▶ **Work task**
Transcribe the entries, keeping every character the same.

▶ **Recorded data**
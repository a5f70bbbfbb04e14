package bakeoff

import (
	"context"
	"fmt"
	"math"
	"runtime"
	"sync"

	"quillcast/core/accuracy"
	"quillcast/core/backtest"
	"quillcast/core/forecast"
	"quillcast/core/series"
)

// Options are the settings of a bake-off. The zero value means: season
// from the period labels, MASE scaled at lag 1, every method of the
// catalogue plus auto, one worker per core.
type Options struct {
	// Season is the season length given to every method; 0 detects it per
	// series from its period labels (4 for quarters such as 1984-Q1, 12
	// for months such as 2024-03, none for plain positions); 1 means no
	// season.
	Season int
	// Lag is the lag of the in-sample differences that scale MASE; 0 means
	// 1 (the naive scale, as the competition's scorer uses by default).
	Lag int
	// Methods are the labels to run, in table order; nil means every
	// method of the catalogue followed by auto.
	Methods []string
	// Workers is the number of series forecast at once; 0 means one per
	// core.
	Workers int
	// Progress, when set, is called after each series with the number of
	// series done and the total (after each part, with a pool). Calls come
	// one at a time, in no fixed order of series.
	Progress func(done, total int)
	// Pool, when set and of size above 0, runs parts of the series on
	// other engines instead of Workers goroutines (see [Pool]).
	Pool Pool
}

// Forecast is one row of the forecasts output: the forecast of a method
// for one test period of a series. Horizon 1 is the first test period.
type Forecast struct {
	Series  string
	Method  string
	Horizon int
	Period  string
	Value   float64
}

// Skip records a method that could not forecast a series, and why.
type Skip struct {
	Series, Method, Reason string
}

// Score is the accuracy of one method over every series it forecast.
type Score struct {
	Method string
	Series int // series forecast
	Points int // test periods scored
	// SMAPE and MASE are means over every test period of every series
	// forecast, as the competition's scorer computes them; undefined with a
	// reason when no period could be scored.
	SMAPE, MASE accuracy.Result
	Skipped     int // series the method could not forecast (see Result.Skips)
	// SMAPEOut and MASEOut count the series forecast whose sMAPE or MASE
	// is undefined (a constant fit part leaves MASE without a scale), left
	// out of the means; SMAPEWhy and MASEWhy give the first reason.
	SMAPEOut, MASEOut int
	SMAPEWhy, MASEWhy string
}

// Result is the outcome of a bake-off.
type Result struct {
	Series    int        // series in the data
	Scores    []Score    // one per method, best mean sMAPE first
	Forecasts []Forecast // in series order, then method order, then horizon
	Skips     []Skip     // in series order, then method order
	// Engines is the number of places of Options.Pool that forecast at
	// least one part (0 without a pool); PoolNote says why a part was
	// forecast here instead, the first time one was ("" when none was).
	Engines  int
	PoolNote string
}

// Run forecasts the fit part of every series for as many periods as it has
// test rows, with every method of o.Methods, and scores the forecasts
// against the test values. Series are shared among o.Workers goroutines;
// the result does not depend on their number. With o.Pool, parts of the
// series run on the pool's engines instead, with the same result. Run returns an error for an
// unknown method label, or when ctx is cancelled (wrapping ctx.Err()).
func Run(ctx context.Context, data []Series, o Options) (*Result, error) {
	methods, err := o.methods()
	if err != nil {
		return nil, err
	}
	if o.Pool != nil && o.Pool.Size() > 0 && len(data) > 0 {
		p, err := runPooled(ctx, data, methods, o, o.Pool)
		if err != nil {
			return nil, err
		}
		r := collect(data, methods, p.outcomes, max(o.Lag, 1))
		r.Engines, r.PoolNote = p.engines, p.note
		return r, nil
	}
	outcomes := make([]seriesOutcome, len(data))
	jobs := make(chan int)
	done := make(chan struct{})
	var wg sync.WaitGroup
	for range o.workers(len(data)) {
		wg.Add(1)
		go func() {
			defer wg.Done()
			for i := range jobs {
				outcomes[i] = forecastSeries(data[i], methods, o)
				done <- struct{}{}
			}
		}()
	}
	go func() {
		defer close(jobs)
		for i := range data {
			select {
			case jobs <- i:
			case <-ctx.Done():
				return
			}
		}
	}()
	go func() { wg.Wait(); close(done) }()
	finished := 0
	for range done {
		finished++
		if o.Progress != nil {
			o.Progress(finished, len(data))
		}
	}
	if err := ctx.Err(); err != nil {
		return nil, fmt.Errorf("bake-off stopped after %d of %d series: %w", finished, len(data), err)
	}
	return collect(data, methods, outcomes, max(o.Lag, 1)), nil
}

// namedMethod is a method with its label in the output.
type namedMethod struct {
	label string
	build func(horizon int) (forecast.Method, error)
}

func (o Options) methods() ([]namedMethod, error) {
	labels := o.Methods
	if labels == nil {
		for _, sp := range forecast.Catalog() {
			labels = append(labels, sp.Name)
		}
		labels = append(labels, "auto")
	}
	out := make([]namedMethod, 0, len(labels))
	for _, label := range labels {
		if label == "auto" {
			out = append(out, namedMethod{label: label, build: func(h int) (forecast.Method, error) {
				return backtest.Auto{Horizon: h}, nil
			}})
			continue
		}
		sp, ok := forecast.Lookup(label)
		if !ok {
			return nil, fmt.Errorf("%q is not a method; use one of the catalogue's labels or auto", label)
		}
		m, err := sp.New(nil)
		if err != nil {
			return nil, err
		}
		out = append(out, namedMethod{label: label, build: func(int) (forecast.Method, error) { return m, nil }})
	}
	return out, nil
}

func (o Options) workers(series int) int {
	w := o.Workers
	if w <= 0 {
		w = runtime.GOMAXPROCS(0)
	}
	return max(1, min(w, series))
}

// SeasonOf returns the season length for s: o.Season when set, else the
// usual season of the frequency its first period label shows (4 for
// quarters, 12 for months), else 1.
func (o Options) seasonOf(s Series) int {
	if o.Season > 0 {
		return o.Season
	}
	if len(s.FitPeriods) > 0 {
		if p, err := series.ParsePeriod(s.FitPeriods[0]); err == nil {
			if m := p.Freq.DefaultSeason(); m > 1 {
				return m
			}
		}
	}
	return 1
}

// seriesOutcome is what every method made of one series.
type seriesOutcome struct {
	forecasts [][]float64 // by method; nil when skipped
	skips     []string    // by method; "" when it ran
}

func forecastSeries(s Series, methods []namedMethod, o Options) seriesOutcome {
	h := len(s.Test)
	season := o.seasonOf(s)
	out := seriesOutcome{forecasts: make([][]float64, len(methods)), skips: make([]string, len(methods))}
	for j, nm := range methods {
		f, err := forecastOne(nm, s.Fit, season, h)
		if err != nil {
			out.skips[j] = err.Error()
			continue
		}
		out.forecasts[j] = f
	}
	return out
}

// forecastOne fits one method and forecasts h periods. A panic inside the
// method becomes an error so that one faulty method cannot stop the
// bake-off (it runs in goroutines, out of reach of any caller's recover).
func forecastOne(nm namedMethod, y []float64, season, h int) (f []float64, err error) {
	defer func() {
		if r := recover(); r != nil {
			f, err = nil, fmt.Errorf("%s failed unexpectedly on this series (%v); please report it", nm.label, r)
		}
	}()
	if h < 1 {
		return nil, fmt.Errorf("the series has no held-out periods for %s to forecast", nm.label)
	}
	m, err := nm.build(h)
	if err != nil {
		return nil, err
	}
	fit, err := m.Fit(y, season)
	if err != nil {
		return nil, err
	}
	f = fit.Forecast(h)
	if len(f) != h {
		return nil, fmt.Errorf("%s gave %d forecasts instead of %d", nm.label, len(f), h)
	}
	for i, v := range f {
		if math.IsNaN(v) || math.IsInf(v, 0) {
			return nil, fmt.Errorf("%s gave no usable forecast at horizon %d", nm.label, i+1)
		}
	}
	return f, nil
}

▶ **Written answer**
repository a5f70bbbfbb04e14
package bakeoff

import (
	"context"
	"fmt"
	"math"
	"runtime"
	"sync"

	"quillcast/core/accuracy"
	"quillcast/core/backtest"
	"quillcast/core/forecast"
	"quillcast/core/series"
)

// Options are the settings of a bake-off. The zero value means: season
// from the period labels, MASE scaled at lag 1, every method of the
// catalogue plus auto, one worker per core.
type Options struct {
	// Season is the season length given to every method; 0 detects it per
	// series from its period labels (4 for quarters such as 1984-Q1, 12
	// for months such as 2024-03, none for plain positions); 1 means no
	// season.
	Season int
	// Lag is the lag of the in-sample differences that scale MASE; 0 means
	// 1 (the naive scale, as the competition's scorer uses by default).
	Lag int
	// Methods are the labels to run, in table order; nil means every
	// method of the catalogue followed by auto.
	Methods []string
	// Workers is the number of series forecast at once; 0 means one per
	// core.
	Workers int
	// Progress, when set, is called after each series with the number of
	// series done and the total (after each part, with a pool). Calls come
	// one at a time, in no fixed order of series.
	Progress func(done, total int)
	// Pool, when set and of size above 0, runs parts of the series on
	// other engines instead of Workers goroutines (see [Pool]).
	Pool Pool
}

// Forecast is one row of the forecasts output: the forecast of a method
// for one test period of a series. Horizon 1 is the first test period.
type Forecast struct {
	Series  string
	Method  string
	Horizon int
	Period  string
	Value   float64
}

// Skip records a method that could not forecast a series, and why.
type Skip struct {
	Series, Method, Reason string
}

// Score is the accuracy of one method over every series it forecast.
type Score struct {
	Method string
	Series int // series forecast
	Points int // test periods scored
	// SMAPE and MASE are means over every test period of every series
	// forecast, as the competition's scorer computes them; undefined with a
	// reason when no period could be scored.
	SMAPE, MASE accuracy.Result
	Skipped     int // series the method could not forecast (see Result.Skips)
	// SMAPEOut and MASEOut count the series forecast whose sMAPE or MASE
	// is undefined (a constant fit part leaves MASE without a scale), left
	// out of the means; SMAPEWhy and MASEWhy give the first reason.
	SMAPEOut, MASEOut int
	SMAPEWhy, MASEWhy string
}

// Result is the outcome of a bake-off.
type Result struct {
	Series    int        // series in the data
	Scores    []Score    // one per method, best mean sMAPE first
	Forecasts []Forecast // in series order, then method order, then horizon
	Skips     []Skip     // in series order, then method order
	// Engines is the number of places of Options.Pool that forecast at
	// least one part (0 without a pool); PoolNote says why a part was
	// forecast here instead, the first time one was ("" when none was).
	Engines  int
	PoolNote string
}

// Run forecasts the fit part of every series for as many periods as it has
// test rows, with every method of o.Methods, and scores the forecasts
// against the test values. Series are shared among o.Workers goroutines;
// the result does not depend on their number. With o.Pool, parts of the
// series run on the pool's engines instead, with the same result. Run returns an error for an
// unknown method label, or when ctx is cancelled (wrapping ctx.Err()).
func Run(ctx context.Context, data []Series, o Options) (*Result, error) {
	methods, err := o.methods()
	if err != nil {
		return nil, err
	}
	if o.Pool != nil && o.Pool.Size() > 0 && len(data) > 0 {
		p, err := runPooled(ctx, data, methods, o, o.Pool)
		if err != nil {
			return nil, err
		}
		r := collect(data, methods, p.outcomes, max(o.Lag, 1))
		r.Engines, r.PoolNote = p.engines, p.note
		return r, nil
	}
	outcomes := make([]seriesOutcome, len(data))
	jobs := make(chan int)
	done := make(chan struct{})
	var wg sync.WaitGroup
	for range o.workers(len(data)) {
		wg.Add(1)
		go func() {
			defer wg.Done()
			for i := range jobs {
				outcomes[i] = forecastSeries(data[i], methods, o)
				done <- struct{}{}
			}
		}()
	}
	go func() {
		defer close(jobs)
		for i := range data {
			select {
			case jobs <- i:
			case <-ctx.Done():
				return
			}
		}
	}()
	go func() { wg.Wait(); close(done) }()
	finished := 0
	for range done {
		finished++
		if o.Progress != nil {
			o.Progress(finished, len(data))
		}
	}
	if err := ctx.Err(); err != nil {
		return nil, fmt.Errorf("bake-off stopped after %d of %d series: %w", finished, len(data), err)
	}
	return collect(data, methods, outcomes, max(o.Lag, 1)), nil
}

// namedMethod is a method with its label in the output.
type namedMethod struct {
	label string
	build func(horizon int) (forecast.Method, error)
}

func (o Options) methods() ([]namedMethod, error) {
	labels := o.Methods
	if labels == nil {
		for _, sp := range forecast.Catalog() {
			labels = append(labels, sp.Name)
		}
		labels = append(labels, "auto")
	}
	out := make([]namedMethod, 0, len(labels))
	for _, label := range labels {
		if label == "auto" {
			out = append(out, namedMethod{label: label, build: func(h int) (forecast.Method, error) {
				return backtest.Auto{Horizon: h}, nil
			}})
			continue
		}
		sp, ok := forecast.Lookup(label)
		if !ok {
			return nil, fmt.Errorf("%q is not a method; use one of the catalogue's labels or auto", label)
		}
		m, err := sp.New(nil)
		if err != nil {
			return nil, err
		}
		out = append(out, namedMethod{label: label, build: func(int) (forecast.Method, error) { return m, nil }})
	}
	return out, nil
}

func (o Options) workers(series int) int {
	w := o.Workers
	if w <= 0 {
		w = runtime.GOMAXPROCS(0)
	}
	return max(1, min(w, series))
}

// SeasonOf returns the season length for s: o.Season when set, else the
// usual season of the frequency its first period label shows (4 for
// quarters, 12 for months), else 1.
func (o Options) seasonOf(s Series) int {
	if o.Season > 0 {
		return o.Season
	}
	if len(s.FitPeriods) > 0 {
		if p, err := series.ParsePeriod(s.FitPeriods[0]); err == nil {
			if m := p.Freq.DefaultSeason(); m > 1 {
				return m
			}
		}
	}
	return 1
}

// seriesOutcome is what every method made of one series.
type seriesOutcome struct {
	forecasts [][]float64 // by method; nil when skipped
	skips     []string    // by method; "" when it ran
}

func forecastSeries(s Series, methods []namedMethod, o Options) seriesOutcome {
	h := len(s.Test)
	season := o.seasonOf(s)
	out := seriesOutcome{forecasts: make([][]float64, len(methods)), skips: make([]string, len(methods))}
	for j, nm := range methods {
		f, err := forecastOne(nm, s.Fit, season, h)
		if err != nil {
			out.skips[j] = err.Error()
			continue
		}
		out.forecasts[j] = f
	}
	return out
}

// forecastOne fits one method and forecasts h periods. A panic inside the
// method becomes an error so that one faulty method cannot stop the
// bake-off (it runs in goroutines, out of reach of any caller's recover).
func forecastOne(nm namedMethod, y []float64, season, h int) (f []float64, err error) {
	defer func() {
		if r := recover(); r != nil {
			f, err = nil, fmt.Errorf("%s failed unexpectedly on this series (%v); please report it", nm.label, r)
		}
	}()
	if h < 1 {
		return nil, fmt.Errorf("the series has no held-out periods for %s to forecast", nm.label)
	}
	m, err := nm.build(h)
	if err != nil {
		return nil, err
	}
	fit, err := m.Fit(y, season)
	if err != nil {
		return nil, err
	}
	f = fit.Forecast(h)
	if len(f) != h {
		return nil, fmt.Errorf("%s gave %d forecasts instead of %d", nm.label, len(f), h)
	}
	for i, v := range f {
		if math.IsNaN(v) || math.IsInf(v, 0) {
			return nil, fmt.Errorf("%s gave no usable forecast at horizon %d", nm.label, i+1)
		}
	}
	return f, nil
}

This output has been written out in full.